Range to reproduce from the entries below: the line with "first_focus(ui, &field);", the line with "fn propose(&mut self)", and every line in between. Give them exactly and give nothing else.
Information given Block Start
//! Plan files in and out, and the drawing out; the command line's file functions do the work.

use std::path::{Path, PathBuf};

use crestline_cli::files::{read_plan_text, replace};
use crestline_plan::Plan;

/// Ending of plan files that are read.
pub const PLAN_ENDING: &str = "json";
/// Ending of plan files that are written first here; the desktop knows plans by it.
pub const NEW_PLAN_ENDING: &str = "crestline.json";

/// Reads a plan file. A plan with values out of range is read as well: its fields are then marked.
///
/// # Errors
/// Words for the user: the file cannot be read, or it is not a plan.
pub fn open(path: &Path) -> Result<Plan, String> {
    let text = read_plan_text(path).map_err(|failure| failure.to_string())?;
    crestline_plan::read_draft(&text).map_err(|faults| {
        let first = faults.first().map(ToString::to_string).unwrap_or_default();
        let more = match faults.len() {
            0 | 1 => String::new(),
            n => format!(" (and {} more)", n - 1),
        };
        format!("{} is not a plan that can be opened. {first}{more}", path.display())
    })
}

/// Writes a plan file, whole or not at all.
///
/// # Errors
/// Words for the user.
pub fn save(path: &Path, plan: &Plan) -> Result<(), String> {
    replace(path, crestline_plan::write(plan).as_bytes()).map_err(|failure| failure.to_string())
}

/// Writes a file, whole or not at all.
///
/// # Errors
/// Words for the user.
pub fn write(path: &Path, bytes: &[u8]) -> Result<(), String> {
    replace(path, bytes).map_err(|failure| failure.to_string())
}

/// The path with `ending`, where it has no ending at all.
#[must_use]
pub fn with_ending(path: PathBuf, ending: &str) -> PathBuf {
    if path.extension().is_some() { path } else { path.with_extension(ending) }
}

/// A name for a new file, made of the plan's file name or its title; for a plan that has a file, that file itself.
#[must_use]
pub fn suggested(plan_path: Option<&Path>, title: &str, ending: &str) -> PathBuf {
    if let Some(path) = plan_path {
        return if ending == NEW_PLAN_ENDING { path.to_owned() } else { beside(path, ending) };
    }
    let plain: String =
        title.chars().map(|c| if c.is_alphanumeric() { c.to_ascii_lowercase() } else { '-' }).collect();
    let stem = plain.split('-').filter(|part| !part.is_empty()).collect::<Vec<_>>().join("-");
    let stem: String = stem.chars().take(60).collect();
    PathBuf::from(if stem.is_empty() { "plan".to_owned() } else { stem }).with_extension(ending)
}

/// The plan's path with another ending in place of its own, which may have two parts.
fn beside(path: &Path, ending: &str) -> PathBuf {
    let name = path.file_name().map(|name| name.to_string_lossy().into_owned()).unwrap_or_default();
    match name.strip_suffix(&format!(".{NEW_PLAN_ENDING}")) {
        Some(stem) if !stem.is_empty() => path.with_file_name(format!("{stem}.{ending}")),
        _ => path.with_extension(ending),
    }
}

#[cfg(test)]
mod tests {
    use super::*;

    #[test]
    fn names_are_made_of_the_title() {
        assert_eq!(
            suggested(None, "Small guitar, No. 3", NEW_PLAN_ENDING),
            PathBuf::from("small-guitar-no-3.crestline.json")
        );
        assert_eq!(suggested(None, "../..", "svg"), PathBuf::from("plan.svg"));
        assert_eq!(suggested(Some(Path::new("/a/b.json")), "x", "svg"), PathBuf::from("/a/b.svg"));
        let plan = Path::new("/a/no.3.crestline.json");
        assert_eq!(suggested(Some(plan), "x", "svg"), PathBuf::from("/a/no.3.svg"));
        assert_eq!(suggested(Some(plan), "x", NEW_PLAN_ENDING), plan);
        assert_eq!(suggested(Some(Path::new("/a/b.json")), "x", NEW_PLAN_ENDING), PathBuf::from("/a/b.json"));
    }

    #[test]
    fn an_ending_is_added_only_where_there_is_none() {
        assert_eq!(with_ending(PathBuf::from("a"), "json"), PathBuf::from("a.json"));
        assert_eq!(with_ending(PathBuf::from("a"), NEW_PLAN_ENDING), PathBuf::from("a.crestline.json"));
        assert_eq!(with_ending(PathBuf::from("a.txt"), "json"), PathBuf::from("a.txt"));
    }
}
Information given Block End
Information given Block Start
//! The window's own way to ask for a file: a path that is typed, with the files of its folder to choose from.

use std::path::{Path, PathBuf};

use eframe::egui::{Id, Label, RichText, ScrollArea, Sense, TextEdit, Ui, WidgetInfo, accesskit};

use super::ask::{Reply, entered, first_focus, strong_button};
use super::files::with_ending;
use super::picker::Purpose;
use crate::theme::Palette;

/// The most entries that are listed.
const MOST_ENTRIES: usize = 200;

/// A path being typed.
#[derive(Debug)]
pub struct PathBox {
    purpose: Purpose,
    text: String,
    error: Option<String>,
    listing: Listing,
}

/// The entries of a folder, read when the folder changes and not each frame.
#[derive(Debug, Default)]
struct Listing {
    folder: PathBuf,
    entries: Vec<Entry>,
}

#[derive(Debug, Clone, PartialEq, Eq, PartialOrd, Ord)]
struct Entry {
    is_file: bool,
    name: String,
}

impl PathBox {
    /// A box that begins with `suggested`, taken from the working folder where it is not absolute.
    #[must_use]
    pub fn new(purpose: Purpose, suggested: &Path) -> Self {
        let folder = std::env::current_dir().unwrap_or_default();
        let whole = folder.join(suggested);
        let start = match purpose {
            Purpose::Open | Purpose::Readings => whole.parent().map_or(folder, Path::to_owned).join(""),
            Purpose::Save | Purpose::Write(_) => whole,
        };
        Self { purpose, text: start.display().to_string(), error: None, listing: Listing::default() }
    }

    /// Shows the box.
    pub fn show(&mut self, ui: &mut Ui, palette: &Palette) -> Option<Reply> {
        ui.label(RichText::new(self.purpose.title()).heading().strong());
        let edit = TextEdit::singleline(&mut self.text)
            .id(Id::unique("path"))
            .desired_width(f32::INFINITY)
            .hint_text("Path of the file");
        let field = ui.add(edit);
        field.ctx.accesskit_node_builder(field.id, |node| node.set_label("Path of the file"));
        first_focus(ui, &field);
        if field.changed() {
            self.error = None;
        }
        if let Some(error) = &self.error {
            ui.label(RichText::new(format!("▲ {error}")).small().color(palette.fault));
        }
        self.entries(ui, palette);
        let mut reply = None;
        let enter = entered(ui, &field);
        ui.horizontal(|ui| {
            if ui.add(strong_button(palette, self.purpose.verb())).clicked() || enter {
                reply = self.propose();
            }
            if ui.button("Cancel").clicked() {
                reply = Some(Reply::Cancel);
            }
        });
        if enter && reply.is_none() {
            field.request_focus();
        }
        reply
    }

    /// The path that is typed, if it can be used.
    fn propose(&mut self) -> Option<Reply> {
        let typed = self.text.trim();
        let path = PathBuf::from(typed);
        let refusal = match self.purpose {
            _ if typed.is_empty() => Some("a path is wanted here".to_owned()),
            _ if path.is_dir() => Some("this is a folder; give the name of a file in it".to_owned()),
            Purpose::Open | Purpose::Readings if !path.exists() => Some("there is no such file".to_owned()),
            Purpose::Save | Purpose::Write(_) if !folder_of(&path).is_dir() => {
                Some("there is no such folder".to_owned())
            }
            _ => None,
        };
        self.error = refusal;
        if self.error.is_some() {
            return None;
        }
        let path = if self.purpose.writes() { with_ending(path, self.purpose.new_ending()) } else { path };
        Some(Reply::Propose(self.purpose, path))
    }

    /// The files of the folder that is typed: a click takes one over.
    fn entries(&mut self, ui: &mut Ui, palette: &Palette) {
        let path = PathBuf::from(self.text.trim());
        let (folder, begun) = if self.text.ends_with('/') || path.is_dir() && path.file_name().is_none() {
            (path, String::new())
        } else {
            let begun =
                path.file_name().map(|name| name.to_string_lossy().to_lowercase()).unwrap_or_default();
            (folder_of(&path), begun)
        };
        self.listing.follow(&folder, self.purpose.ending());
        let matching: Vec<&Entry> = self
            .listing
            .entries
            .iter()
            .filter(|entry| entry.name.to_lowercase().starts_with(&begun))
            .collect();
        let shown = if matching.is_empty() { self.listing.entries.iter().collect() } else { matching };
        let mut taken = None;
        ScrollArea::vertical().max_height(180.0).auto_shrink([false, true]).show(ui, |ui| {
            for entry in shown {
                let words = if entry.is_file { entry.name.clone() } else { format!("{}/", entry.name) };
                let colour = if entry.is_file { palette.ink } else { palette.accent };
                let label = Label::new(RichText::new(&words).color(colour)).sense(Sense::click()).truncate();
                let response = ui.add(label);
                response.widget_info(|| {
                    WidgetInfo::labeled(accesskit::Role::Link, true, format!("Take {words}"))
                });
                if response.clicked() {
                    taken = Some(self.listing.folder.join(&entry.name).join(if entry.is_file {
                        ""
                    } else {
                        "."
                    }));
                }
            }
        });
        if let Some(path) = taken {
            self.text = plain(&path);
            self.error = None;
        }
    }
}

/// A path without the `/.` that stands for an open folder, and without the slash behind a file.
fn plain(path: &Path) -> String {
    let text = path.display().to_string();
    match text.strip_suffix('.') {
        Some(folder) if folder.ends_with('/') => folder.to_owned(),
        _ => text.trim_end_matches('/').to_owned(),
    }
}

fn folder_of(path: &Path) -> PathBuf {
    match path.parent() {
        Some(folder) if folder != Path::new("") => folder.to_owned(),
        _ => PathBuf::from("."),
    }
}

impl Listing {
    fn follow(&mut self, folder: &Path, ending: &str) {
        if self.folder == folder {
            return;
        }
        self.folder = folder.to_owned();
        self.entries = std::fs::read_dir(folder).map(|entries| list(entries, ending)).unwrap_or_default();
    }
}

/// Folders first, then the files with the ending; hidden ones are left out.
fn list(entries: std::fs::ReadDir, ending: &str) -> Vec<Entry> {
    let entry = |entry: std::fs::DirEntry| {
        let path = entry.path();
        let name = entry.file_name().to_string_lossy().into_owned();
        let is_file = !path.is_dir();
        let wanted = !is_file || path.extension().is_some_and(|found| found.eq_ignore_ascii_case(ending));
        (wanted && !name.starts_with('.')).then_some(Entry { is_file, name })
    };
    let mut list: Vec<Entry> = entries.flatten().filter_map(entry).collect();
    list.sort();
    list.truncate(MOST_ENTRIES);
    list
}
Information given Block End
● **Task answer**:
        first_focus(ui, &field);
        if field.changed() {
            self.error = None;
        }
        if let Some(error) = &self.error {
            ui.label(RichText::new(format!("▲ {error}")).small().color(palette.fault));
        }
        self.entries(ui, palette);
        let mut reply = None;
        let enter = entered(ui, &field);
        ui.horizontal(|ui| {
            if ui.add(strong_button(palette, self.purpose.verb())).clicked() || enter {
                reply = self.propose();
            }
            if ui.button("Cancel").clicked() {
                reply = Some(Reply::Cancel);
            }
        });
        if enter && reply.is_none() {
            field.request_focus();
        }
        reply
    }

    /// The path that is typed, if it can be used.
    fn propose(&mut self) -> Option<Reply> {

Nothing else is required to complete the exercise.